YOUR GOAL
Take the entries below and retype them exactly.

Dataset entries
▽
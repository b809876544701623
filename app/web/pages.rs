//! Pages: a folder per noun, a file per screen or action.

pub mod about;
pub mod drives;
pub mod find;
pub mod findings;
pub mod holds;
pub mod home;
pub mod instruments;
pub mod journals;
pub mod packages;
pub mod parameters;
pub mod people;
pub mod photos;
pub mod queue;
pub mod records;
pub mod sessions;
pub mod sheets;
pub mod sites;
pub mod steps;
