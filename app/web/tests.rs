//! Tests of the pages: each begins with who, and then does only what that person can do through the router.

mod access;
mod accounts;
mod conflicts;
mod doors;
mod every_page;
mod going_on;
mod guidance;
mod in_words;
mod job;
mod pictures;
mod record_pages;
mod review;
mod serving;
mod sheets;
mod steps;
pub mod world;
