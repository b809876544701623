//! Moments as screens say them: date, time and zone, the same everywhere.

use commissioning::Timestamp;

/// `2026-11-17 10:42 UTC`.
#[must_use]
pub fn moment(then: Timestamp) -> String {
    then.shown() + " UTC"
}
△
EXERCISE RESULT
repository b809876544701623
filename app/web/pages.rs
//! Pages: a folder per noun, a file per screen or action.

pub mod about;
pub mod drives;
pub mod find;
pub mod findings;
pub mod holds;
pub mod home;
pub mod instruments;
pub mod journals;
pub mod packages;
pub mod parameters;
pub mod people;
pub mod photos;
pub mod queue;
pub mod records;
pub mod sessions;
pub mod sheets;
pub mod sites;
pub mod steps;
filename app/web/tests.rs
//! Tests of the pages: each begins with who, and then does only what that person can do through the router.

mod access;
mod accounts;
mod conflicts;
mod doors;
mod every_page;
mod going_on;
mod guidance;
mod in_words;
mod job;
mod pictures;
mod record_pages;
mod review;
mod serving;
mod sheets;
mod steps;
pub mod world;
repository b809876544701623
//! Moments as screens say them: date, time and zone, the same everywhere.

use commissioning::Timestamp;

/// `2026-11-17 10:42 UTC`.
#[must_use]
pub fn moment(then: Timestamp) -> String {
    then.shown() + " UTC"
}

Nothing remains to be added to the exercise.